Yo misma, que he tenido un niño y una niña, aun siendo muy diferentes los dos embarazos, he tenido molestias varias en ambos. Eso sí, tras estar en el segundo con náuseas hasta el 6 mes, debería estarme prohibido quejarme del de Álvaro. Cláramente el embarazo de un niño y el de una niña fueron muy diferentes. Con Álvaro poco más y estuve como una rosa. Con Carlota ya fue otro cantar. 😉
Así que hoy me voy a centrar en cómo combatir las náuseas “matutinas“. ¿Por qué las llamarán matutinas cuando, por lo menos en mí, fueron durante todo el día?. Quien las “bautizó” como tal o era hombre o una mujer con suerte. 😉
Ahí van los remedios que yo usé y que, quiero pensar, mejoraron algo la sensación constante de estómago revuelto y ganas de …. (imaginaos). 😉
1) A la sexta semana de embarazo, sin pensármelo dos veces, empecé con el, ya conocido por todas, Cariban. ¿Mano de santo? No sé qué deciros. Aunque, según mi ginecólogo, si con Cariban estaba como estaba (por los suelos) sin él sería poco más que un trapo sucio. 
Avanzaban las semanas (mejor dicho, los días) y no encontraba mejoría así que empecé a añadir más “remedios” al asunto.
2) Jarabe Emenea. O lo que es lo mismo: un chute de glucosa para el cuerpo. Recuerdo que con Álvaro también lo tomé. Hay de dos sabores: Lima y Cereza. Con Álvaro me dió por tomar este último. Con Carlota, en cambio, el de Lima. Qué curioso es el gusto cuando estamos embarazadas. 😉
Seguía con mucha náusea….

Busqué más remedios….
3) Beber Coca Cola sin gas. De pequeña me gustaba mucho. Odiaba el gas. ¿Ahora? Ahora no soporto una Coca Cola sin gas. Pero oye, en el embarazo me volvió a gustar. ¡Qué raras nos volvemos! Pobres maridos nuestros que tienen que aguantarnos todo y, además, nuestras rarezas “temporales”. 😉
4) Comer, comer y comer. Sí, lo sé. Cuando estás todo el día con náuseas lo último que te apetece es comer. Durante las primeras semanas, cada vez que iba a ver a mi ginecólgo, este me preguntaba: “¿Has desayunado?“. A lo que yo contestaba: “No. Tengo el estómago cerrado. Es pensar en comida y empeorar“. Pero él, con toda la razón del mundo, me dijo que las náuseas se producían, entre otras cosas, por tener el estómago vacío. Es como un pez que se muerde la cola. No como porque tengo náuseas. Tengo náuseas porque no como. Así que, haciéndo caso de su sabio consejo, empecé a ingerir pequeñas dosis de alimento. 
5) Evitar grandes atracones de comida. En relación con el remedio anterior, una cosa es comer algo y otra muy distinta es meterte un Cordero Lechal entre pecho y espalda. Yo lo hice. “¡Venga!. ¡Fiesta en la barriga!“, pensé. El resto de la historia ya os la podéis imaginar. 😉
Hasta aquí mis remedios. Si ninguno hiciera efecto, no me queda otra más que recomendaros paciencia. Tarde o temprano acabarán desapareciendo. Como mucho, como mucho, os durarán sólo 9 meses. 😉
Espero que alguno de ellos os sirva. Y, por favor, estoy abierta a recibir vuestros remedios, caseros o no, para combatir las náuseas. Seguro que entre todas nos ayudaremos así que ¡contadnos!.

Anuncios

12 pensamientos en “Cómo combatir las náuseas en el embarazo.

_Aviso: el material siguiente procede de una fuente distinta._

/*
 * A homeowner on the configurator and the request form, one test each, named after what the person
 * did: the preview and price in view while designing, notes beside their fields, the bowl slider
 * and the steel ring, sizing a patio, phone photos, the chosen unit after sending, phone numbers,
 * and the keyboard's way through the stone cards and the preview.
 */
import AxeBuilder from "@axe-core/playwright";
import { expect, test, type Page } from "@playwright/test";
import sharp from "sharp";
import { listMail, sendRequest, signIn } from "./helpers";

async function openConfigurator(page: Page, query = "") {
  await page.goto(`/c/cinder-slate${query}`);
  // The no-JavaScript button goes once React has hydrated the page.
  await expect(page.getByRole("button", { name: "Update the design" })).toHaveCount(0);
}

const price = (page: Page) => page.getByTestId("price-range");
const bowlSlider = (page: Page) => page.getByRole("slider", { name: /Inside diameter/ });

/** Whether an element lies wholly inside the viewport. */
async function isWhollyInView(page: Page, selector: string) {
  return page.evaluate((sel) => {
    const box = document.querySelector(sel)!.getBoundingClientRect();
    return box.top >= 0 && box.bottom <= window.innerHeight && box.height > 0;
  }, selector);
}

test("a homeowner on a desktop scrolls down to the distances: the preview and the price stay in view and follow the changes", async ({
  page,
}) => {
  await page.setViewportSize({ width: 1366, height: 768 });
  await openConfigurator(page);
  const setback = page.getByLabel("Distance to the nearest building, deck or fence");
  await setback.scrollIntoViewIfNeeded();
  expect(await page.evaluate(() => window.scrollY)).toBeGreaterThan(300);
  expect(await isWhollyInView(page, "[data-testid=price-range]")).toBe(true);
  expect(await isWhollyInView(page, "[data-preview]")).toBe(true);
  // Still in view after a change made down here, and showing it.
  const before = await page.getByTestId("plan-summary").textContent();
  await page.getByRole("button", { name: "One course more" }).click();
  await expect(page.getByTestId("plan-summary")).not.toHaveText(before!);
  expect(await isWhollyInView(page, "[data-testid=price-range]")).toBe(true);
});

test("a homeowner on a phone moves the bowl slider far below the preview: a price strip stays at the top and shows the new size", async ({
  page,
}) => {
  await page.setViewportSize({ width: 390, height: 844 });
  await openConfigurator(page, "?units=14");
  await expect(page.getByTestId("preview-strip")).toHaveCount(0);
  const slider = bowlSlider(page);
  await slider.scrollIntoViewIfNeeded();
  const strip = page.getByTestId("preview-strip");
  await expect(strip).toBeVisible();
  await expect(strip).toContainText("$");
  const sizeBefore = await strip.textContent();
  await slider.focus();
  await page.keyboard.press("ArrowRight");
  await page.keyboard.press("ArrowRight");
  await expect(strip).not.toHaveText(sizeBefore!);
  // The strip covers nothing the homeowner is using.
  const stripBox = (await strip.boundingBox())!;
  const sliderBox = (await slider.boundingBox())!;
  expect(sliderBox.y).toBeGreaterThanOrEqual(stripBox.y + stripBox.height);
  // Back at the top the preview itself is in view, and the strip goes.
  await page.evaluate(() => window.scrollTo(0, 0));
  await expect(strip).toHaveCount(0);
});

  1. Uff, yo me liibré en los tres embarazos, jamás tuve una náusea embarazada y menos mal porque la sensación, cuando estás enferma del estómago, es verdaderamente desagradable. Eso sí, lo de morirse de sueño el primer trimestre es casi literal, jaja…

  2. Yo tuve naúseas con los dos embarazos.No sólo tenía el malestar por la mañana,la solución era COMER, y así me puse….sobre todo en el primer embarazo.De hecho, en el segundo, me dijeron que podía ser niño y dije:no creo porque estoy exactamente igual que el embarazo anterior,así que será niña, y efectivamente,fue niña.Recuerdo un viajecito viniendo del pirineo (mi cuñado tiene una casa) embarazada de 4 meses de la mayor y con mis suegros en el coche también, que fue memorable…

    • Por mucho que digan que no, yo sigo pensando que los embarazos de niña son “peores”. Yo pensaba que iba a ser otro niño, por intuición (siempre creí que tendría todo varones) pero es cierto que el encontrarme mal me hacía no perder la ilusión por ser niña y así fue 😉

  3. Las sufrí en los dos embarazos y mi truco era comer y tumbarme, como me pusiera en vertical iba todo para afuera y luego comer a poquitos y cosas que me apeteciera en ese momento. Lo único que no vomitaba con el mayor era el pan tostado con tomate y el zumo de naranja y con la niña los bocadillos de pan tostado con queso… ¡¡¡no se yo si aguantaría un tercer embarazo con vómitos!!!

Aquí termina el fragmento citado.